What you should do:
For the entries that follow, say how many lines hold the string "denseReset", with nothing else in the reply.

Entries provided:
import { describe, expect, it } from 'vitest';
import { fastKernels } from '../../src/engine/fastKernels.js';
import { referenceKernels } from '../../src/engine/kernels.js';
import { cloneDensityMatrix } from '../../src/engine/densityMatrix.js';
import { DENSE_AGREEMENT, denseChannel, denseReset, rhoDiff, rhoToMath } from './dense.js';
import { mulberry32, randInt, randomDensityMatrix, randomKraus, randomTargets, randomUnitary } from './helpers.js';

/** Agreement required between the fast and the reference kernels (issue 4: 1e-12). */
const FAST_AGREEMENT = 1e-12;

function maxDiff(a: Float64Array, b: Float64Array): number {
  let w = 0;
  for (let i = 0; i < a.length; i++) w = Math.max(w, Math.abs(a[i]! - b[i]!));
  return w;
}

describe('fast kernels against the reference kernels', () => {
  const cases: Array<[n: number, k: number]> = [];
  for (let n = 1; n <= 6; n++) for (let k = 1; k <= Math.min(3, n); k++) cases.push([n, k]);

  it.each(cases)('applyKraus on %i qubits, %i targets (real1 / real2 / general)', (n, k) => {
    const rng = mulberry32(6000 + 10 * n + k);
    for (let trial = 0; trial < 3; trial++) {
      const rho = randomDensityMatrix(rng, n);
      const ref = cloneDensityMatrix(rho);
      const targets = randomTargets(rng, n, k);
      const kraus = randomKraus(rng, 1 << k, 1 + randInt(rng, 4));
      fastKernels.applyKraus(rho, targets, kraus);
      referenceKernels.applyKraus(ref, targets, kraus);
      expect(maxDiff(rho.data, ref.data)).toBeLessThan(FAST_AGREEMENT);
    }
  });

  it.each(cases)('applyUnitary on %i qubits, %i targets', (n, k) => {
    const rng = mulberry32(7000 + 10 * n + k);
    const rho = randomDensityMatrix(rng, n);
    const ref = cloneDensityMatrix(rho);
    const targets = randomTargets(rng, n, k);
    const u = randomUnitary(rng, 1 << k);
    fastKernels.applyUnitary(rho, targets, u);
    referenceKernels.applyUnitary(ref, targets, u);
    expect(maxDiff(rho.data, ref.data)).toBeLessThan(FAST_AGREEMENT);
  });

  it.each([1, 2, 3, 4, 5, 6])('reset on every qubit of %i', (n) => {
    const rng = mulberry32(8000 + n);
    for (let q = 0; q < n; q++) {
      const rho = randomDensityMatrix(rng, n);
      const ref = cloneDensityMatrix(rho);
      fastKernels.reset(rho, q);
      referenceKernels.reset(ref, q);
      expect(maxDiff(rho.data, ref.data)).toBeLessThan(FAST_AGREEMENT);
    }
  });

  it('keeps a Hermitian ρ exactly Hermitian (real form and mirrored half)', () => {
    const rng = mulberry32(8100);
    const rho = randomDensityMatrix(rng, 4);
    fastKernels.applyKraus(rho, [2, 0], randomKraus(rng, 4, 3));
    fastKernels.applyKraus(rho, [1], randomKraus(rng, 2, 2));
    const D = rho.dim;
    for (let r = 0; r < D; r++) {
      for (let c = 0; c < D; c++) {
        // === (not Object.is): +0 and −0 count as equal
        expect(rho.data[2 * (r * D + c)] === rho.data[2 * (c * D + r)]).toBe(true);
        expect(rho.data[2 * (r * D + c) + 1] === -rho.data[2 * (c * D + r) + 1]!).toBe(true);
      }
    }
  });
});

describe('fast kernels against the dense mathjs reference', () => {
  // Source: independent dense computation with mathjs (full 2^n × 2^n operators, ./dense.ts).
  it.each([
    [2, 1],
    [3, 2],
    [4, 2],
    [4, 3],
  ])('%i qubits, %i targets', (n, k) => {
    const rng = mulberry32(9000 + 10 * n + k);
    const rho = randomDensityMatrix(rng, n);
    const targets = randomTargets(rng, n, k);
    const kraus = randomKraus(rng, 1 << k, 2);
    const expected = denseChannel(n, targets, kraus, rhoToMath(rho));
    fastKernels.applyKraus(rho, targets, kraus);
    expect(rhoDiff(rho, expected)).toBeLessThan(DENSE_AGREEMENT);
    const q = randInt(rng, n);
    const afterReset = denseReset(n, q, rhoToMath(rho));
    fastKernels.reset(rho, q);
    expect(rhoDiff(rho, afterReset)).toBeLessThan(DENSE_AGREEMENT);
  });
});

Exercise solution:
2